= What you need to do =
Only one span of the listing below should come back. It runs from the line with "endLine: number;" through the line with "k: 'star'; value: Expr;", and each of its lines must be reproduced exactly.

= Entries supplied =
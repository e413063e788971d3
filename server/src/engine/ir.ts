// The engine's own syntax model of a Python file: plain, serialisable data lowered once from the tree-sitter tree.

/** A source range: offsets in UTF-16 code units, lines and columns 0-based. */
export interface Span {
  start: number;
  end: number;
  line: number;
  col: number;
  endLine: number;
  endCol: number;
}

export interface Keyword {
  name: string;
  value: Expr;
  span: Span;
}

export type Expr =
  | { k: 'name'; id: string; span: Span }
  | { k: 'attr'; obj: Expr; attr: string; span: Span; attrSpan: Span }
  | { k: 'call'; fn: Expr; args: Expr[]; kwargs: Keyword[]; starKwargs: Expr[]; span: Span; argsSpan: Span }
  | { k: 'num'; value: number; raw: string; span: Span }
  | { k: 'str'; value: string; fstring: boolean; parts?: FStringPart[]; span: Span }
  | { k: 'bool'; value: boolean; span: Span }
  | { k: 'none'; span: Span }
  | { k: 'list' | 'tuple' | 'set'; items: Expr[]; span: Span }
  | { k: 'dict'; entries: { key: Expr | null; value: Expr }[]; span: Span }
  | { k: 'bin'; op: string; left: Expr; right: Expr; span: Span }
  | { k: 'unary'; op: string; operand: Expr; span: Span }
  | { k: 'boolop'; op: 'and' | 'or'; left: Expr; right: Expr; span: Span }
  | { k: 'cmp'; ops: string[]; operands: Expr[]; span: Span }
  | { k: 'sub'; obj: Expr; index: Expr; span: Span }
  | { k: 'slice'; lower: Expr | null; upper: Expr | null; step: Expr | null; span: Span }
  | { k: 'star'; value: Expr; span: Span }
  | { k: 'comp'; kind: 'list' | 'gen' | 'set' | 'dict'; elt: Expr; value: Expr | null; fors: { target: Expr; iter: Expr }[]; ifs: Expr[]; span: Span }
  | { k: 'cond'; test: Expr; body: Expr; orelse: Expr; span: Span }
  | { k: 'lambda'; params: Param[]; body: Expr; span: Span }
  | { k: 'walrus'; target: string; value: Expr; span: Span }
  | { k: 'unknown'; span: Span; what: string };

export type ExprKind = Expr['k'];

/**
 * A piece of an f-string: literal text, or a replacement field. `plain` is false when the field has a conversion,
 * a format spec or `=`, whose rendering the interpreter does not reproduce. Fields are not children of the string
 * for walks: only the interpreter reads them, to name layers registered as `add_module(f"layer{i}", ...)`.
 */
export type FStringPart = string | { expr: Expr; plain: boolean };

export interface Param {
  name: string;
  kind: 'normal' | 'star' | 'kwstar' | 'kwonly';
  default: Expr | null;
  span: Span;
}

export type Stmt =
  | { k: 'expr'; value: Expr; span: Span }
  | { k: 'assign'; targets: Expr[]; value: Expr; span: Span }
  | { k: 'augassign'; target: Expr; op: string; value: Expr; span: Span }
  | { k: 'return'; value: Expr | null; span: Span }
  | { k: 'if'; test: Expr; body: Stmt[]; orelse: Stmt[]; span: Span }
  | { k: 'for'; target: Expr; iter: Expr; body: Stmt[]; orelse: Stmt[]; span: Span }
  | { k: 'while'; test: Expr; body: Stmt[]; orelse: Stmt[]; span: Span }
  | { k: 'with'; items: { ctx: Expr; target: Expr | null }[]; body: Stmt[]; span: Span }
  | { k: 'try'; body: Stmt[]; handlers: Stmt[][]; orelse: Stmt[]; finalbody: Stmt[]; span: Span }
  | { k: 'def'; name: string; params: Param[]; decorators: Expr[]; body: Stmt[]; span: Span; nameSpan: Span; bodySpan: Span; async: boolean }
  | { k: 'class'; name: string; bases: Expr[]; keywords: Keyword[]; decorators: Expr[]; body: Stmt[]; span: Span; nameSpan: Span }
  | { k: 'import'; names: { module: string; alias: string | null }[]; span: Span }
  | { k: 'from'; module: string; level: number; names: { name: string; alias: string | null }[]; star: boolean; span: Span }
  | { k: 'pass' | 'break' | 'continue'; span: Span }
  | { k: 'other'; what: string; span: Span };

export type StmtKind = Stmt['k'];
export type DefStmt = Extract<Stmt, { k: 'def' }>;
export type ClassStmt = Extract<Stmt, { k: 'class' }>;
export type CallExpr = Extract<Expr, { k: 'call' }>;

export interface ModuleIR {
  body: Stmt[];
  /** Spans of ERROR / MISSING nodes tree-sitter reported; the rest of the file is still lowered. */
  syntaxErrors: Span[];
  /** Subtrees deeper than the lowering limit became `unknown` nodes; counted here so a note can say so. */
  truncated: number;
}

/** Calls `visit` on every expression under `root` (pre-order), iteratively. Return false to skip children. */
export function walkExpr(root: Expr, visit: (e: Expr) => boolean | void): void {
  const stack: Expr[] = [root];
  while (stack.length) {
    const e = stack.pop()!;
    if (visit(e) === false) continue;
    pushChildrenReversed(e, stack);
  }
}

/**
 * Pushes exprChildren(e) onto `stack` last first, without building the list: walks visit every expression of every
 * file several times per analysis, and the child arrays were most of their allocation. Same order as exprChildren.
 */
function pushChildrenReversed(e: Expr, stack: Expr[]): void {
  switch (e.k) {
    case 'attr': stack.push(e.obj); return;
    case 'call': {
      for (let i = e.starKwargs.length - 1; i >= 0; i--) stack.push(e.starKwargs[i]);
      for (let i = e.kwargs.length - 1; i >= 0; i--) stack.push(e.kwargs[i].value);
      for (let i = e.args.length - 1; i >= 0; i--) stack.push(e.args[i]);
      stack.push(e.fn);
      return;
    }
    case 'list': case 'tuple': case 'set':
      for (let i = e.items.length - 1; i >= 0; i--) stack.push(e.items[i]);
      return;
    case 'dict':
      for (let i = e.entries.length - 1; i >= 0; i--) {
        const en = e.entries[i];
        stack.push(en.value);
        if (en.key) stack.push(en.key);
      }
      return;
    case 'bin': case 'boolop': stack.push(e.right, e.left); return;
    case 'unary': stack.push(e.operand); return;
    case 'cmp':
      for (let i = e.operands.length - 1; i >= 0; i--) stack.push(e.operands[i]);
      return;
    case 'sub': stack.push(e.index, e.obj); return;
    case 'slice':
      if (e.step !== null) stack.push(e.step);
      if (e.upper !== null) stack.push(e.upper);
      if (e.lower !== null) stack.push(e.lower);
      return;
    case 'star': stack.push(e.value); return;
    case 'comp':
      for (let i = e.ifs.length - 1; i >= 0; i--) stack.push(e.ifs[i]);
      for (let i = e.fors.length - 1; i >= 0; i--) stack.push(e.fors[i].iter, e.fors[i].target);
      if (e.value) stack.push(e.value);
      stack.push(e.elt);
      return;
    case 'cond': stack.push(e.orelse, e.test, e.body); return;
    case 'lambda': stack.push(e.body); return;
    case 'walrus': stack.push(e.value); return;
    default: return;
  }
}

export function exprChildren(e: Expr): Expr[] {
  switch (e.k) {
    case 'attr': return [e.obj];
    case 'call': return [e.fn, ...e.args, ...e.kwargs.map((k) => k.value), ...e.starKwargs];
    case 'list': case 'tuple': case 'set': return e.items;
    case 'dict': return e.entries.flatMap((en) => (en.key ? [en.key, en.value] : [en.value]));
    case 'bin': return [e.left, e.right];
    case 'boolop': return [e.left, e.right];
    case 'unary': return [e.operand];
    case 'cmp': return e.operands;
    case 'sub': return [e.obj, e.index];
    case 'slice': return [e.lower, e.upper, e.step].filter((x): x is Expr => x !== null);
    case 'star': return [e.value];
    case 'comp': return [e.elt, ...(e.value ? [e.value] : []), ...e.fors.flatMap((f) => [f.target, f.iter]), ...e.ifs];
    case 'cond': return [e.body, e.test, e.orelse];
    case 'lambda': return [e.body];
    case 'walrus': return [e.value];
    default: return [];
  }
}

/** The expressions a statement holds directly (not those of nested statements). */
export function stmtExprs(s: Stmt): Expr[] {
  switch (s.k) {
    case 'expr': return [s.value];
    case 'assign': return [...s.targets, s.value];
    case 'augassign': return [s.target, s.value];
    case 'return': return s.value ? [s.value] : [];
    case 'if': case 'while': return [s.test];
    case 'for': return [s.target, s.iter];
    case 'with': return s.items.flatMap((i) => (i.target ? [i.ctx, i.target] : [i.ctx]));
    case 'def': return [...s.decorators, ...s.params.flatMap((p) => (p.default ? [p.default] : []))];
    case 'class': return [...s.decorators, ...s.bases, ...s.keywords.map((k) => k.value)];
    default: return [];
  }
}

/** Nested statement lists of a compound statement, in source order. */
export function stmtBlocks(s: Stmt): Stmt[][] {
  switch (s.k) {
    case 'if': case 'for': case 'while': return [s.body, s.orelse];
    case 'with': return [s.body];
    case 'try': return [s.body, ...s.handlers, s.orelse, s.finalbody];
    case 'def': case 'class': return [s.body];
    default: return [];
  }
}

/** Every statement under `body`, pre-order, optionally descending into nested defs/classes. */
export function walkStmts(body: readonly Stmt[], visit: (s: Stmt) => boolean | void): void {
  const stack: Stmt[] = [...body].reverse();
  while (stack.length) {
    const s = stack.pop()!;
    if (visit(s) === false) continue;
    const blocks = stmtBlocks(s);
    for (let b = blocks.length - 1; b >= 0; b--) for (let i = blocks[b].length - 1; i >= 0; i--) stack.push(blocks[b][i]);
  }
}

/** `a.b.c` → "a.b.c"; anything else → null. */
export function dottedName(e: Expr): string | null {
  const parts: string[] = [];
  let cur: Expr = e;
  while (cur.k === 'attr') {
    parts.push(cur.attr);
    cur = cur.obj;
  }
  if (cur.k !== 'name') return null;
  parts.push(cur.id);
  return parts.reverse().join('.');
}

export function kwarg(call: CallExpr, name: string): Keyword | undefined {
  return call.kwargs.find((k) => k.name === name);
}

= Final answer =
  endLine: number;
  endCol: number;
}

export interface Keyword {
  name: string;
  value: Expr;
  span: Span;
}

export type Expr =
  | { k: 'name'; id: string; span: Span }
  | { k: 'attr'; obj: Expr; attr: string; span: Span; attrSpan: Span }
  | { k: 'call'; fn: Expr; args: Expr[]; kwargs: Keyword[]; starKwargs: Expr[]; span: Span; argsSpan: Span }
  | { k: 'num'; value: number; raw: string; span: Span }
  | { k: 'str'; value: string; fstring: boolean; parts?: FStringPart[]; span: Span }
  | { k: 'bool'; value: boolean; span: Span }
  | { k: 'none'; span: Span }
  | { k: 'list' | 'tuple' | 'set'; items: Expr[]; span: Span }
  | { k: 'dict'; entries: { key: Expr | null; value: Expr }[]; span: Span }
  | { k: 'bin'; op: string; left: Expr; right: Expr; span: Span }
  | { k: 'unary'; op: string; operand: Expr; span: Span }
  | { k: 'boolop'; op: 'and' | 'or'; left: Expr; right: Expr; span: Span }
  | { k: 'cmp'; ops: string[]; operands: Expr[]; span: Span }
  | { k: 'sub'; obj: Expr; index: Expr; span: Span }
  | { k: 'slice'; lower: Expr | null; upper: Expr | null; step: Expr | null; span: Span }
  | { k: 'star'; value: Expr; span: Span }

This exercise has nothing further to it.